In 1984, shortly after becoming dean of the Faculty of Sciences at La Molina, that university's assembly elected him rector (president) of the school for a five-year term. The rectors of Peru's 30 other national universities chose Fujimori president of their council for the period 1987 – 1989.

Two years before the 1990 election, Fujimori and several other politically independent professionals and businessmen founded the Cambio 90 (Change 90) movement as a vehicle for their participation in the contest. Meanwhile, Fujimori increased his public visibility as the host of 'Getting together', a radio program devoted to public affairs. In this capacity he demonstrated his awareness of important issues and a notable ability to foster understanding among guests with opposing views.
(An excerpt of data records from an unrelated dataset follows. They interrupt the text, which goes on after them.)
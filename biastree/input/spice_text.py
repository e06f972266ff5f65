"""The SPICE text layer: logical lines, tokens, numbers, ``.param`` expressions,
``.model`` cards, ``.include`` / ``.lib`` resolution and ``.subckt`` bodies.

SPICE is read as SPICE reads it: case-insensitive names, ``+`` continuation
lines, ``*`` comment lines, ``;`` and ``$`` trailing comments, parentheses
optional around parameter lists, ``key = value`` with or without spaces.
Numbers carry SPICE's scale suffixes (``f p n u m k meg g t``; ``M`` is milli,
``MEG`` mega, ``mil`` a thousandth of an inch) and any unit letters after the
suffix are ignored, as SPICE does (``10uA`` = ``10u``, ``1MEGohm`` = 1e6).

Every object that comes from a line records the file and line it came from,
and every error is one ``file:line: message``.  Expressions are evaluated by a
small, safe arithmetic evaluator (numbers, names, ``+ - * / **`` / ``^``,
unary signs, parentheses and a few functions); anything else is refused.

>>> spice_number("1MEG"), spice_number("2.2mA"), spice_number("10u")
(1000000.0, 0.0022, 1e-05)
>>> deck = parse_text(".param w=2\\n.model qn npn (is={1e-16*w} bf=100)\\n", "x.lib")
>>> deck.models["qn"].value("is"), deck.models["qn"].kind
(2e-16, 'npn')
"""

from __future__ import annotations

import ast
import math
import re
from collections.abc import Callable, Iterable, Mapping
from dataclasses import dataclass, field
from pathlib import Path

from biastree.errors import BiasTreeError
from biastree.units import _scaled

# SPICE scale suffixes (lower case).  'meg' and 'mil' are checked before the
# one-letter ones; 'm' is milli, as in every SPICE.  No 'a': ngspice reads
# '1e-17A' as 1e-17 amperes, not atto (checked with ngspice 39).
_SCALE: dict[str, int] = {"t": 12, "g": 9, "k": 3, "m": -3, "u": -6, "n": -9, "p": -12, "f": -15}
_NUMBER_HEAD = re.compile(r"^([+-]?(?:\d+\.?\d*|\.\d+)(?:[eE][+-]?\d+)?)([A-Za-z_µ%]*)$")


class SpiceError(BiasTreeError):
    """A SPICE file could not be read: one ``file:line: message``."""

    def __init__(self, where: str, message: str) -> None:
        self.where = where
        self.message = message
        super().__init__(f"{where}: {message}" if where else message)


def spice_number(text: str) -> float | None:
    """The value of a SPICE number such as ``4.7k``, ``1MEG``, ``10uA``; ``None`` if not one.

    >>> spice_number("1.5e-3V"), spice_number("1mil"), spice_number("abc")
    (0.0015, 2.54e-05, None)
    """
    match = _NUMBER_HEAD.match(text.strip())
    if not match:
        return None
    number, tail = match.group(1), match.group(2).lower()
    if tail.startswith("meg"):
        return _scaled(number, 6)
    if tail.startswith("mil"):
        return float(number) * 25.4e-6
    if tail[:1] in _SCALE:
        return _scaled(number, _SCALE[tail[0]])
    return _scaled(number, 0)  # unit letters only ('V', 'ohm') are ignored


class _Located:
    """``where`` = 'file:line' for the records below, which all carry ``file`` and ``line``."""

    file: str
    line: int

    @property
    def where(self) -> str:
        return f"{self.file}:{self.line}"


@dataclass(frozen=True)
class Line(_Located):
    """One logical line (continuations joined, comments removed) and where it starts."""

    text: str
    file: str
    line: int


    def error(self, message: str) -> SpiceError:
        return SpiceError(self.where, message)

    @property
    def keyword(self) -> str:
        """The first word in lower case (``.model``, ``.param``, ``q1``…)."""
        head = self.text.split(None, 1)
        return head[0].lower() if head else ""


def _strip_comment(text: str) -> str:
    # ';' starts a comment anywhere; '$' only after white space (ngspice's rule),
    # so that names containing '$' survive.  Neither inside {…} or '…'.
    depth, quote = 0, False
    for i, ch in enumerate(text):
        if ch == "'" :
            quote = not quote
        elif ch == "{":
            depth += 1
        elif ch == "}":
            depth = max(0, depth - 1)
        elif not quote and depth == 0 and (ch == ";" or (ch == "$" and (i == 0 or text[i - 1] in " \t"))):
            return text[:i]
    return text


def logical_lines(text: str, file: str, title: bool = False) -> list[Line]:
    """Split SPICE text into logical lines.

    ``title=True`` drops the first line, as a simulator does with a deck's title.

    >>> [(l.text, l.line) for l in logical_lines("R1 a b\\n+ 1k ; one\\n* c\\nR2 a 0 2k", "n.cir")]
    [('R1 a b 1k', 1), ('R2 a 0 2k', 4)]
    """
    out: list[Line] = []
    raw = text.splitlines()
    start = 1 if title else 0
    for number, physical in enumerate(raw[start:], start=start + 1):
        stripped = physical.strip()
        if not stripped or stripped.startswith("*"):
            continue
        body = _strip_comment(stripped).strip()
        if body.startswith("+"):
            if not out:
                raise SpiceError(f"{file}:{number}", "continuation line '+' with no line before it")
            last = out[-1]
            joined = f"{last.text} {body[1:].strip()}".strip()
            out[-1] = Line(joined, last.file, last.line)
            continue
        if body:
            out.append(Line(body, file, number))
    return out


def tokens(text: str) -> list[str]:
    """Words of a line: ``{…}`` and ``'…'`` kept whole, ``(``, ``)`` and ``,``
    outside them treated as spaces, and ``key = value`` glued to ``key=value``.

    >>> tokens(".model q npn (IS = 1e-16 bf={2*50}, vaf='a + 1')")
    ['.model', 'q', 'npn', 'IS=1e-16', 'bf={2*50}', "vaf='a + 1'"]
    """
    words: list[str] = []
    current = ""
    depth, quote, paren = 0, False, 0
    for ch in text:
        if quote:
            current += ch
            quote = ch != "'"
        elif ch == "'":
            quote = True
            current += ch
        elif ch in "{}":
            depth += 1 if ch == "{" else -1
            current += ch
        elif depth > 0:
            current += ch  # inside braces: kept whole
        elif paren > 0 and ch != ")":
            current += ch  # inside a call's parentheses: kept whole
            paren += ch == "("
        elif ch == "(" and "=" in current:
            current += ch  # a value such as agauss(0,1,1) or (1+2), unbraced
            paren += 1
        elif ch == ")" and paren > 0:
            current += ch
            paren -= 1
        elif ch.isspace() or ch in "(),":
            if current:
                words.append(current)
            current = ""
        else:
            current += ch
    if current:
        words.append(current)
    glued: list[str] = []
    i = 0
    while i < len(words):
        word = words[i]
        if word == "=" and glued and i + 1 < len(words):
            glued[-1] = f"{glued[-1]}={words[i + 1]}"
            i += 2
            continue
        if word.endswith("=") and i + 1 < len(words) and len(word) > 1:
            glued.append(word + words[i + 1])
            i += 2
            continue
        if word.startswith("=") and glued and len(word) > 1:
            glued[-1] = glued[-1] + word
            i += 1
            continue
        glued.append(word)
        i += 1
    return glued


def split_params(words: Iterable[str]) -> tuple[list[str], dict[str, str]]:
    """Positional words and ``key=value`` pairs (keys in lower case, order kept)."""
    positional: list[str] = []
    named: dict[str, str] = {}
    for word in words:
        key, sep, value = word.partition("=")
        if sep and key and not key.startswith(("{", "'")):
            named[key.lower()] = value
        else:
            positional.append(word)
    return positional, named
On the June 8 election day, Fujimori won most of the votes that had gone to candidates that eliminated in the first round, garnering 56.5 percent of the total to 34 percent for Vargas Llosa. President Fujimori was initiated on July 28, 1990. He asserted in his inaugural address that he had inherited a 'disaster' from his predecessor, Alan Garcia Pérez. The new administration quickly introduced its own economic 'shock'.
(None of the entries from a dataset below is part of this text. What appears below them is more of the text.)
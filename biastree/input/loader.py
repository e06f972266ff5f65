"""Read a plan file (YAML or JSON) into a validated ``Plan``.

A pipeline of small steps: read text → parse to plain data (keeping the
YAML node tree for line numbers) → validate with the pydantic models →
check the tree's structure.  Every problem found is collected and raised
together as one ``PlanError``; the file itself is only ever read.
"""

from __future__ import annotations

import difflib
import json
import re
from dataclasses import dataclass, field
from pathlib import Path
from typing import Any, Union, get_args, get_origin

import yaml
from pydantic import BaseModel, ValidationError

from biastree.errors import PlanError, Problem, format_path, shown
from biastree.input.model import BjtModel, MosModel, Plan

# libyaml's C parser when present; only its events are used (no resolver).
_Loader = getattr(yaml, "CBaseLoader", yaml.BaseLoader)


@dataclass
class Document:
    """Plain data of a plan file plus what is needed to find lines in it."""

    data: Any
    text: str
    source: str
    _lines: dict[tuple[Any, ...], int] | None = None
    # problems found while parsing that leave the data usable (duplicate keys):
    # reported together with the field and structural problems
    problems: list[Problem] = field(default_factory=list)

    def line_of(self, path: tuple[Any, ...]) -> int | None:
        """1-based line of the deepest key on ``path`` that exists in the file.

        Line numbers are only gathered when a message needs one (a second
        pass over the parser's events), so valid plans load at full speed.
        """
        if self._lines is None:
            try:
                self._lines = {}
                _build(_events(self.text), [], self._lines)
            except yaml.YAMLError:
                pass
        path = tuple(path)
        while path and path not in self._lines:
            path = path[:-1]
        return self._lines.get(path, 1 if self._lines else None)
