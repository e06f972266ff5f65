"""Time the diagram and the report on a generated plan (default 2,000 loads).

    python benchmarks/bench_draw.py [N]

Needs the Graphviz `dot` program.  Invented data (biastree.generate).
"""

from __future__ import annotations

import sys
import tempfile
import time
from pathlib import Path

import biastree
from biastree.input.generate import random_plan, to_text
from biastree.output.dot import to_dot
from biastree.output.html import to_html
from biastree.output.render import render, svg_body


def main() -> None:
    n = int(sys.argv[1]) if len(sys.argv) > 1 else 2000
    with tempfile.TemporaryDirectory() as tmp:
        path = Path(tmp) / "plan.yaml"
        path.write_text(to_text(random_plan(n, seed=n)))
        result = biastree.check(path)
        t0 = time.perf_counter()
        diagram = to_dot(result)
        t1 = time.perf_counter()
        svg = render(diagram.text, "svg", diagram.nodes)
        t2 = time.perf_counter()
        page = to_html(result, svg_body(svg), str(path))
        t3 = time.perf_counter()
    print(f"{n} loads, {len(result.tree.mirrors)} mirrors: {diagram.nodes} nodes drawn"
          + (f" ({diagram.notes[0]})" if diagram.notes else ""))
    print(f"DOT text {t1 - t0:.3f} s, dot -Tsvg {t2 - t1:.3f} s ({len(svg) / 1e6:.1f} MB), "
          f"HTML report {t3 - t2:.3f} s ({len(page) / 1e6:.1f} MB)")


if __name__ == "__main__":
    main()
Fujimori was married in 1974 to civil enigineer Susana Higuchi and they had four children together. During his first term in office, Susana Higuchi became Fujimori's most vocal adversary. She announced in 1994 that she would seek office in an attempt to defeat him. Fujimori passed Peruvian law which prohibited her from running for office on the grounds that she was related to him. Their marriage ended with her being banned from the palace. Fujimori won the election in 1995 by a landslide.

In 2000, Fujimori failed to win a majority of votes in the April 9 presidential election. The results meant that he had to face the second-place finisher, Alejandro Toledo, in a runoff to be held by early June. Fujimori won the runoff with 51 percent of the vote on May 28, 2000. After facing international pressure after his lopsided re-election victory, he went on national television to defend his claim to a third term in office.

Surrounded by a bribery scandal involving a top aide, Fujimori announced on September 16, 2000 that he was calling new elections and that he would not be a candidate. He also said he would deactivate the National Intellegence Service, whose chief, Vladimiro Montesinos, was accused of offering bribes to an opposition congressman. Hourse before Fujimori's announcement, the Organisation of American States had issued a demand that he suspend Montesinos and other officials allegedly linked to the scandal. The dmand warned that if Fujimori did not comply, attempts at reconciliation with the opposition would be damaged. The misdeeds came to light after a video showing Montesinos apparently bribing an opposition lawmaker to join Fujimori's ruling party was leaked to the press. Montesinos fled to Panama, seeking asylum. At least 10 lawmakers left Fujimori's political ranks because of the scandal. On October 3, 2000, opposition forces agreed to Fujimori's plan that he will remain in power until July 2001, apparently ruling out a transition government taking control before special elections are held. The agreement had to be approved by Congress.